An electron is constrained to move along the $$y$$-axis with a speed of $$0.1\,c$$ ($$c$$ is the speed of light) in the presence of electromagnetic wave, whose electric field is $$\vec{E} = 30\hat{j}\sin(1.5 \times 10^7 t - 5 \times 10^{-2}x)\,\text{V m}^{-1}$$, where $$t$$ in in seconds and $$x$$ is in meters. The maximum magnetic force experienced by the electron will be: (given $$c = 3 \times 10^8\,\text{m s}^{-1}$$ and electron charge $$= 1.6 \times 10^{-19}\,\text{Coulombs}$$)

We start with the general formula for the magnetic force on a moving charge, which is

$$\vec F_B = q \, \vec v \times \vec B.$$

Here $$q$$ is the charge of the particle, $$\vec v$$ is its velocity vector and $$\vec B$$ is the magnetic‐field vector. The magnitude of this force is therefore

$$F_B = q\,v\,B\,\sin\theta,$$

where $$\theta$$ is the angle between $$\vec v$$ and $$\vec B$$.

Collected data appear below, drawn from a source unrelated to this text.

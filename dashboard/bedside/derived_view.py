"""The derived picture of the bedside screen: grouped table, temperature table, notes."""

from __future__ import annotations

import html

import panel as pn

from .panes import BedsidePanel, heading, table_pane
from .state import BedsideState
from .wording import flag_items, in_display_units

DERIVED_GROUPS: tuple[tuple[str, tuple[str, ...]], ...] = (
    (
        "Oxygenation",
        (
            "barometric_pressure_used_mmhg",
            "alveolar_po2_mmhg",
            "aa_gradient_mmhg",
            "aa_gradient_expected_mmhg",
            "pao2_fio2_ratio",
            "pao2_fio2_ratio_pb_corrected",
            "pf_category_berlin",
            "pf_category_global2024",
            "sao2_fio2_ratio",
            "sf_category_global2024",
            "oxygenation_index",
        ),
    ),
    (
        "Content and shunt",
        ("sao2_from_curve", "cao2_ml_dl", "cco2_ml_dl", "cvo2_ml_dl", "shunt_fraction"),
    ),
    (
        "Flow, delivery, uptake",
        (
            "bsa_m2",
            "cardiac_output_used_l_min",
            "cardiac_index_used_l_min_m2",
            "do2_ml_min",
            "do2i_ml_min_m2",
            "vo2_ml_min",
            "vo2i_ml_min_m2",
            "extraction_ratio",
            "pco2_gap_mmhg",
        ),
    ),
    ("P50 from the measured pair", ("p50_insitu_mmhg", "p50_standard_mmhg")),
)
"""Derived rows grouped for reading; the temperature-corrected gases get their own table."""


class DerivedTable(BedsidePanel):
    """Derived values with unit, flag and short source; notes, reasons and flags below."""

    def __init__(self, state: BedsideState, **params):
        super().__init__(state, **params)
        self._pane = table_pane("o2-bs-derived")
        self._layout = pn.Column(
            heading("2 · Derived picture"), self._pane, sizing_mode="stretch_width"
        )
        state.entry.param.watch(self._update, ["derived"])
        state.case.param.watch(self._update, ["pressure_unit", "hb_unit"])
        self._update()

    def _update(self, *_events) -> None:
        entry = self._state.entry
        rows = {r.key: r for r in entry.derived_rows()}
        if not rows:
            self._pane.object = (
                "<p style='color:#46545c'>Enter the measured values and press <b>Calculate</b>.</p>"
            )
            return
        body = []
        for title, keys in DERIVED_GROUPS:
            present = [rows[k] for k in keys if k in rows]
            if not present:
                continue
            body.append(f"<tr class='grp'><td colspan='5'>{html.escape(title)}</td></tr>")
            for r in present:
                flag_cls = "flag-high" if r.flag.startswith("▲") else "flag-low" if r.flag else ""
                note = f"<div class='note'>{html.escape(r.note)}</div>" if r.note else ""
                label = (
                    f"<td>{html.escape(r.label)}<div class='src'>{html.escape(r.source)}</div>"
                    f"{note}</td>"
                )
                if "_category_" in r.key:
                    cells = f"<td class='cat' colspan='4'>{html.escape(r.value)}</td>"
                else:
                    cells = (
                        f"<td class='val'>{html.escape(r.value)}</td>"
                        f"<td>{html.escape(r.unit)}</td>"
                        "<td class='range' style='white-space:nowrap'>"
                        f"{html.escape(r.usual)}</td>"
                        f"<td><span class='flag'>{html.escape(r.flag)}</span></td>"
                    )
                body.append(
                    f"<tr class='{flag_cls or 'flag-none'}' data-key='{r.key}'>{label}{cells}</tr>"
                )
        temp = [
            (label, rows.get(a), rows.get(b))
            for label, a, b in (
                ("PaO2", "alpha_stat_pao2_mmhg", "ph_stat_pao2_mmhg"),
                ("PaCO2", "alpha_stat_paco2_mmhg", "ph_stat_paco2_mmhg"),
                ("pH", "alpha_stat_ph", "ph_stat_ph"),
            )
        ]
        temp_rows = "".join(
            f"<tr data-key='temp-{label}'><td>{label}</td>"
            f"<td class='val'>{html.escape(a.value)}</td>"
            f"<td class='val'>{html.escape(b.value)}</td><td>{html.escape(a.unit)}</td></tr>"
            for label, a, b in temp
            if a is not None and b is not None
        )
        t_c = (entry.measured or {}).get("temperature_c", 37.0)
        temp_table = (
            "<table class='o2t o2-bs-temp' style='margin-top:8px'><tr><th>Gases</th>"
            "<th style='text-align:right'>alpha-stat (37 °C)</th>"
            f"<th style='text-align:right'>pH-stat ({t_c:.1f} °C)</th><th>Unit</th></tr>"
            f"{temp_rows}</table><div class='src'>alpha-stat: as measured (Swan 1984); "
            "pH-stat: PO2 by Severinghaus 1979 Eq 3, PCO2 by Bradley, Severinghaus &amp; "
            "Stupfel 1956, pH by Rosenthal 1948.</div>"
            if temp_rows
            else ""
        )
        extra = []
        for name, title in (
            ("flags", "Outside usual ranges"),
            ("reasons", "Not computed"),
            ("notes", "Assumed"),
        ):
            items = [in_display_units(self._state.case, i) for i in entry.derived_text(name)]
            if name == "flags":
                items = flag_items(
                    self._state.case, entry.measured, list(rows.values()), entry.derived_text(name)
                )
            if items:
                extra.append(
                    f"<div class='o2-bs-{name}'><b>{title}:</b> "
                    + "; ".join(html.escape(i) for i in items)
                    + "</div>"
                )
        self._pane.object = (
            "<table class='o2t o2-bs-dt'><tr><th>Quantity · method</th>"
            "<th style='text-align:right'>Value</th><th>Unit</th><th>Usual</th><th></th></tr>"
            + "".join(body)
            + "</table>"
            + temp_table
            + "<div style='font-size:13px;margin-top:6px;line-height:1.45'>"
            + "".join(extra)
            + "</div>"
        )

From the statement of the problem:

$$q = e = 1.6 \times 10^{-19}\;\text{C},$$

$$v = 0.1\,c = 0.1 \times 3 \times 10^{8}\;\text{m s}^{-1} = 3 \times 10^{7}\;\text{m s}^{-1}.$$

The electric field of the electromagnetic wave is given as

$$\vec E = 30\,\hat{\jmath}\,\sin\bigl(1.5 \times 10^{7} t - 5 \times 10^{-2} x\bigr)\;\text{V m}^{-1}.$$

This field points along the $$\hat{\jmath}$$ (positive $$y$$) direction and contains the term $$-k x$$, showing that the wave is propagating in the $$+x$$ direction. For a plane electromagnetic wave in vacuum we always have the relation

$$B_0 = \frac{E_0}{c},$$

where $$E_0$$ and $$B_0$$ are the peak (amplitude) values of the electric and magnetic fields and $$c$$ is the speed of light.

Reading off the amplitude of the electric field from the given expression, we have

$$E_0 = 30\;\text{V m}^{-1}.$$

Substituting this into the wave relation, the peak magnetic field becomes

$$B_0 = \frac{E_0}{c} = \frac{30}{3 \times 10^{8}}\;\text{T} = 1.0 \times 10^{-7}\;\text{T}.$$

The velocity vector $$\vec v$$ of the electron lies along $$\hat{\jmath}$$ (the $$y$$-axis) and the magnetic field $$\vec B$$ for a wave travelling in the $$+x$$ direction lies along $$\hat{k}$$ (the $$z$$-axis). These two directions are perpendicular, so

$$\theta = 90^\circ \quad\Longrightarrow\quad \sin\theta = 1.$$

Therefore the maximum magnetic force experienced by the electron is obtained simply by inserting the peak values into the magnitude formula:

$$\begin{aligned} F_{\text{max}} &= q\,v\,B_0 \\ &= \bigl(1.6 \times 10^{-19}\bigr)\, \bigl(3 \times 10^{7}\bigr)\, \bigl(1.0 \times 10^{-7}\bigr)\;\text{N}. \end{aligned}$$

Multiplying out step by step,

$$3 \times 10^{7} \times 1.0 \times 10^{-7} = 3 \times 10^{0} = 3,$$

and then

$$F_{\text{max}} = 1.6 \times 10^{-19} \times 3 = 4.8 \times 10^{-19}\;\text{N}.$$

Hence, the correct answer is Option C.